With an estimated 120,000 Chinese students in the UK, generating about £600 million in student fees, China could rely on this “leverage” to inhibit free discussion of issues relating to China, says the report, which drew on classified materials as well as testimony from security chiefs, China experts and university leaders.

In other cases, academics and university leaders had faced direct threats for criticising China, it adds. Sir Simon Gass, chair of the Joint Intelligence Committee, told the committee’s inquiry that he knew of “examples of intimidation…sometimes with the vice-chancellor getting a phone call, sometimes at student body level, to try to discourage universities from allowing speakers on issues like Tibet or Xinjiang”. Lord Patten, chancellor of the University of Oxford, told a parliamentary committee that he had received a call from the Chinese ambassador two days after the Dalai Lama was invited to speak at Oxford by its Buddhist Society, in which they described the invitation as a “disgraceful insult” to China.
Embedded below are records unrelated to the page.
/* SPDX-License-Identifier: GPL-3.0-or-later */

/* Tables of wording, indexed by the enums they explain. */

#include "output/words.h"

#include <math.h>
#include <stdio.h>
#include <string.h>

const char *words_group(enum figure_group group)
{
    static const char *const titles[FIGURE_GROUPS] = {
        [FIGURE_BEAM] = "Beam",
        [FIGURE_ALONG] = "Along the path",
        [FIGURE_ACROSS] = "Across the beam",
        [FIGURE_HARDWARE] = "Hardware",
    };
    return titles[group];
}

const char *words_limit(enum limit_kind kind)
{
    static const char *const titles[LIMIT_KINDS] = {
        [LIMIT_RATIO_ERROR] = "ratio error over the footprint",
        [LIMIT_FLAT_LENGTH] = "flat length",
        [LIMIT_EVEN_RADIUS] = "even radius",
        [LIMIT_DETUNING] = "detuning",
        [LIMIT_LENGTH_MISMATCH] = "mismatch of lengths",
        [LIMIT_KICK] = "kick",
        [LIMIT_OFFSET] = "offset at the exit",
        [LIMIT_RESOLUTION] = "mass resolution",
        [LIMIT_SURFACE_FIELD] = "surface field",
    };
    return titles[kind];
}

const char *words_state(enum figure_state state)
{
    static const char *const keys[] = {
        [FIGURE_GOOD] = "good",
        [FIGURE_UNSETTLED] = "unsettled",
        [FIGURE_MISSING] = "missing",
    };
    return keys[state];
}

const char *words_assumption(enum plane_kind kind)
{
    static const char *const texts[PLANE_KINDS] = {
        [PLANE_ELECTRIC_ALONG] =
            "the parts are taken as endless along y: good where they are much wider "
            "than their gap in y",
        [PLANE_ELECTRIC_ACROSS] =
            "the parts are taken as endless along z: good in the middle of parts "
            "longer than about three gaps, away from their ends",
        [PLANE_MAGNETIC_ALONG] =
            "the parts are taken as endless along x: good where they are much wider "
            "than their gap in x; no current flows in the gap, and the poles are "
            "infinitely permeable and hold fixed ampere-turns",
        [PLANE_MAGNETIC_ACROSS] =
            "the parts are taken as endless along z: good in the middle of parts "
            "longer than about three gaps, away from their ends; no current flows in "
            "the gap, and the poles are infinitely permeable and hold fixed "
            "ampere-turns",
        [PLANE_ELECTRIC_TURNED] =
            "the parts are taken as round about the axis z, the same at every angle: "
            "nothing that breaks the circle (leads, slits, posts) is seen",
    };
    return texts[kind];
}

const char *words_potential(enum plane_kind kind)
{
    return plane_kind_is_magnetic(kind) ? "magnetic potential (A)" : "potential (V)";
}

const char *words_picture(const char *name)
{
    if (strcmp(name, "convergence.svg") == 0)
        return "Convergence: a figure can be trusted where its points fall towards the "
               "left along the thin line of slope 2. The coarsest grid is the test: "
               "the "
               "final value was extrapolated from the two finest. The bar at the left "
               "is the uncertainty stated with it.";
    return NULL;
}

const char *words_caution(size_t k)
{
    static const char *const texts[] = {
        "These figures describe a computed model. They are no safety case and replace "
        "no test, inspection or approval.",
        "High voltage: electrodes, leads and supplies can kill, and their capacitance "
        "keeps a charge after switch-off. Interlock, discharge and earth before "
        "touching.",
        "Magnets: forces between poles and on loose iron grow fast as gaps close. "
        "Stray field of 0.5 mT and more can disturb pacemakers and other active "
        "implants; keep their wearers away and mark the zone.",
        "X rays: electrons stopped by metal make them, and so does high voltage in "
        "vacuum without an electron beam. Above a few kilovolts have the radiation "
        "measured and shielded.",
        "Vacuum: windows and vessels under vacuum can implode; pumped or vented gases "
        "may be toxic, flammable or asphyxiating.",
        "Follow the codes that hold where the filter is used and leave design approval "
        "and installation to people licensed for it.",
    };
    return k < sizeof texts / sizeof texts[0] ? texts[k] : NULL;
}

void words_verdict(const struct verdict *verdict, char *text, size_t size)
{
    size_t unmet = 0;
    for (size_t k = 0; k < verdict->count; k++)
        unmet += !verdict->items[k].met;
    if (verdict->count == 0)
        (void)snprintf(text, size, "no limits are given, so nothing is judged");
    else if (unmet == 0)
        (void)snprintf(text, size,
                       verdict->count == 1 ? "the limit is met"
                                           : "all %zu limits are met",
                       verdict->count);
    else
        (void)snprintf(text, size, "NOT within limits: %zu of %zu not met", unmet,
                       verdict->count);
}

const char *words_base_name(const char *path)
{
    if (!path)
        return "";
    const char *slash = strrchr(path, '/');
    return slash ? slash + 1 : path;
}

bool words_is_zero_term(const struct figure *figure)
{
    return strncmp(figure->name, "expansion_", strlen("expansion_")) == 0 &&
           figure->state != FIGURE_MISSING &&
           fabs(figure->value) + figure->uncertainty < WORDS_ZERO_TERM;
}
Students from China who criticised human rights abuses had also been directly targeted, says the report. It highlighted a Times story in November 2019 in which a Chinese student pictured holding a sign in support of Hong Kong student protesters was photographed at Edinburgh Airport while escorting his elderly mother on to a flight to the city of Chengdu. That image was posted on the social media network Weibo – alongside the flight number and the message “Brothers of Chengdu – beat him to death”, with the post shared 10,000 times.

On the threat posed by China, there is a “dawning recognition” among many academic institutions that Chinese interference and meddling is a problem, but government departments are less alive to these risks, says the committee.

It has “still not seen any detail as to what action [departments] planned to tackle [these risks] – which reinforces our concern that policy departments are not taking [this risk] sufficiently seriously.”